● **DIRECTIONS FOR THIS TASK**
Your answer must be the records below, printed exactly.

● **DATA UNDER STUDY**
※ ※ ※
part_text parse_part(std::string_view text, tauforge::part_kind kind, std::string_view what) {
    using namespace tauforge;
    part_text p;
    static constexpr std::array<const dielectric_class*, 8> classes{&x5r, &x6s, &x7r, &x7s, &x7t, &x8r, &y5v, &z5u};
    for (std::string_view field : split(text, ',')) {
        if (field.empty()) continue;
        const std::string up = upper(field);
        auto once = [&](bool already, std::string_view name) {
            if (already)
                fail(what, "\"" + std::string(text) + "\" gives the " + std::string(name) + " twice; expected one each of value, tolerance and temperature behaviour");
        };
        if (up == "C0G" || up == "NP0" || up == "NPO") {
            once(p.tcr || p.dielectric || p.technology, "temperature behaviour");
            if (kind == part_kind::resistor) fail(what, "\"" + std::string(field) + "\" is a capacitor dielectric; expected a TCR such as 100ppm for a resistor");
            p.tcr = c0g;
            continue;
        }
        const auto cls = std::find_if(classes.begin(), classes.end(), [&](const dielectric_class* d) { return d->name == up; });
        if (cls != classes.end()) {
            once(p.tcr || p.dielectric || p.technology, "temperature behaviour");
            if (kind == part_kind::resistor) fail(what, "\"" + std::string(field) + "\" is a capacitor dielectric; expected a TCR such as 100ppm for a resistor");
            p.dielectric = **cls;
            continue;
        }
        const std::string lw = lower(field);
        static constexpr std::array<std::pair<std::string_view, const capacitor_kind*>, 4> technologies{
            {{"pet", &pet_film}, {"pp", &pp_film}, {"al", &al_electrolytic}, {"ta", &tantalum_mno2}}};
        const auto tech = std::find_if(technologies.begin(), technologies.end(), [&](const auto& t) { return t.first == lw; });
        if (tech != technologies.end()) {
            once(p.tcr || p.dielectric || p.technology, "temperature behaviour");
            if (kind == part_kind::resistor) fail(what, "\"" + std::string(field) + "\" is a capacitor technology; expected a TCR such as 100ppm for a resistor");
            p.technology = tech->second;
            continue;
        }
        const auto ppm = lw.find("ppm");
        if (ppm != std::string::npos && (lw.substr(ppm) == "ppm" || lw.substr(ppm) == "ppm/k")) {
            once(p.tcr || p.dielectric || p.technology, "temperature behaviour");
            std::string_view number = trim(field.substr(0, ppm));
            if (number.starts_with("+-")) number.remove_prefix(2);
            else if (number.starts_with("\u00B1")) number.remove_prefix(2);
            const double v = named(what, [&] { return tauforge::parse_ratio(number); });
            if (!(v >= 0.0)) fail(what, "\"" + std::string(field) + "\" is not a TCR band; expected a magnitude such as 100ppm (±100 ppm/K)");
            p.tcr = ppm_band::symmetric(v);
            continue;
        }
        static constexpr std::array<std::pair<std::string_view, ceramic_case>, 5> cases{
            {{"0402", ceramic_case::c0402}, {"0603", ceramic_case::c0603}, {"0805", ceramic_case::c0805},
             {"1206", ceramic_case::c1206}, {"1210", ceramic_case::c1210}}};
        const auto size = std::find_if(cases.begin(), cases.end(), [&](const auto& c) { return c.first == field; });
        if (size != cases.end()) {
            once(p.size.has_value(), "case size");
            if (kind == part_kind::resistor) fail(what, "\"" + std::string(field) + "\" is a capacitor case size; expected no case size for a resistor");
            p.size = size->second;
            continue;
        }
        if (!lw.empty() && lw.back() == 'v') {
            once(p.rated_voltage.has_value(), "rated voltage");
            if (kind == part_kind::resistor) fail(what, "\"" + std::string(field) + "\" is a voltage rating; expected none for a resistor");
            p.rated_voltage = named(what, [&] { return parse<voltage>(field).value(); });
            if (!(*p.rated_voltage > 0.0)) fail(what, "rated voltage = " + std::string(field) + " is invalid; expected a positive voltage");
            continue;
        }
        if (field.find('%') != field.npos || is_tolerance_letter(field)) {
            once(p.tol.has_value(), "tolerance");
            p.tol = parse_band(field, what);
            continue;
        }
        once(p.value.has_value(), "value");
        p.value = kind == part_kind::resistor ? named(what, [&] { return parse<resistance>(field).value(); })
                                              : named(what, [&] { return parse<capacitance>(field).value(); });
        if (!(*p.value > 0.0)) fail(what, "value = " + std::string(field) + " is invalid; expected a positive value");
    }
    if (p.size && !(p.dielectric && p.rated_voltage))
        fail(what, "\"" + std::string(text) + "\" gives a case size without " +
                       (p.dielectric ? "a rated voltage" : "a class 2 dielectric") +
                       "; expected a class 2 part such as C=X7R,16V,0603 (the case size and rating select a generic DC-bias estimate)");
    return p;
}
※ ※ ※
● **REPLY TO THE EXERCISE**
part_text parse_part(std::string_view text, tauforge::part_kind kind, std::string_view what) {
    using namespace tauforge;
    part_text p;
    static constexpr std::array<const dielectric_class*, 8> classes{&x5r, &x6s, &x7r, &x7s, &x7t, &x8r, &y5v, &z5u};
    for (std::string_view field : split(text, ',')) {
        if (field.empty()) continue;
        const std::string up = upper(field);
        auto once = [&](bool already, std::string_view name) {
            if (already)
                fail(what, "\"" + std::string(text) + "\" gives the " + std::string(name) + " twice; expected one each of value, tolerance and temperature behaviour");
        };
        if (up == "C0G" || up == "NP0" || up == "NPO") {
            once(p.tcr || p.dielectric || p.technology, "temperature behaviour");
            if (kind == part_kind::resistor) fail(what, "\"" + std::string(field) + "\" is a capacitor dielectric; expected a TCR such as 100ppm for a resistor");
            p.tcr = c0g;
            continue;
        }
        const auto cls = std::find_if(classes.begin(), classes.end(), [&](const dielectric_class* d) { return d->name == up; });
        if (cls != classes.end()) {
            once(p.tcr || p.dielectric || p.technology, "temperature behaviour");
            if (kind == part_kind::resistor) fail(what, "\"" + std::string(field) + "\" is a capacitor dielectric; expected a TCR such as 100ppm for a resistor");
            p.dielectric = **cls;
            continue;
        }
        const std::string lw = lower(field);
        static constexpr std::array<std::pair<std::string_view, const capacitor_kind*>, 4> technologies{
            {{"pet", &pet_film}, {"pp", &pp_film}, {"al", &al_electrolytic}, {"ta", &tantalum_mno2}}};
        const auto tech = std::find_if(technologies.begin(), technologies.end(), [&](const auto& t) { return t.first == lw; });
        if (tech != technologies.end()) {
            once(p.tcr || p.dielectric || p.technology, "temperature behaviour");
            if (kind == part_kind::resistor) fail(what, "\"" + std::string(field) + "\" is a capacitor technology; expected a TCR such as 100ppm for a resistor");
            p.technology = tech->second;
            continue;
        }
        const auto ppm = lw.find("ppm");
        if (ppm != std::string::npos && (lw.substr(ppm) == "ppm" || lw.substr(ppm) == "ppm/k")) {
            once(p.tcr || p.dielectric || p.technology, "temperature behaviour");
            std::string_view number = trim(field.substr(0, ppm));
            if (number.starts_with("+-")) number.remove_prefix(2);
            else if (number.starts_with("\u00B1")) number.remove_prefix(2);
            const double v = named(what, [&] { return tauforge::parse_ratio(number); });
            if (!(v >= 0.0)) fail(what, "\"" + std::string(field) + "\" is not a TCR band; expected a magnitude such as 100ppm (±100 ppm/K)");
            p.tcr = ppm_band::symmetric(v);
            continue;
        }
        static constexpr std::array<std::pair<std::string_view, ceramic_case>, 5> cases{
            {{"0402", ceramic_case::c0402}, {"0603", ceramic_case::c0603}, {"0805", ceramic_case::c0805},
             {"1206", ceramic_case::c1206}, {"1210", ceramic_case::c1210}}};
        const auto size = std::find_if(cases.begin(), cases.end(), [&](const auto& c) { return c.first == field; });
        if (size != cases.end()) {
            once(p.size.has_value(), "case size");
            if (kind == part_kind::resistor) fail(what, "\"" + std::string(field) + "\" is a capacitor case size; expected no case size for a resistor");
            p.size = size->second;
            continue;
        }
        if (!lw.empty() && lw.back() == 'v') {
            once(p.rated_voltage.has_value(), "rated voltage");
            if (kind == part_kind::resistor) fail(what, "\"" + std::string(field) + "\" is a voltage rating; expected none for a resistor");
            p.rated_voltage = named(what, [&] { return parse<voltage>(field).value(); });
            if (!(*p.rated_voltage > 0.0)) fail(what, "rated voltage = " + std::string(field) + " is invalid; expected a positive voltage");
            continue;
        }
        if (field.find('%') != field.npos || is_tolerance_letter(field)) {
            once(p.tol.has_value(), "tolerance");
            p.tol = parse_band(field, what);
            continue;
        }
        once(p.value.has_value(), "value");
        p.value = kind == part_kind::resistor ? named(what, [&] { return parse<resistance>(field).value(); })
                                              : named(what, [&] { return parse<capacitance>(field).value(); });
        if (!(*p.value > 0.0)) fail(what, "value = " + std::string(field) + " is invalid; expected a positive value");
    }
    if (p.size && !(p.dielectric && p.rated_voltage))
        fail(what, "\"" + std::string(text) + "\" gives a case size without " +
                       (p.dielectric ? "a rated voltage" : "a class 2 dielectric") +
                       "; expected a class 2 part such as C=X7R,16V,0603 (the case size and rating select a generic DC-bias estimate)");
    return p;
}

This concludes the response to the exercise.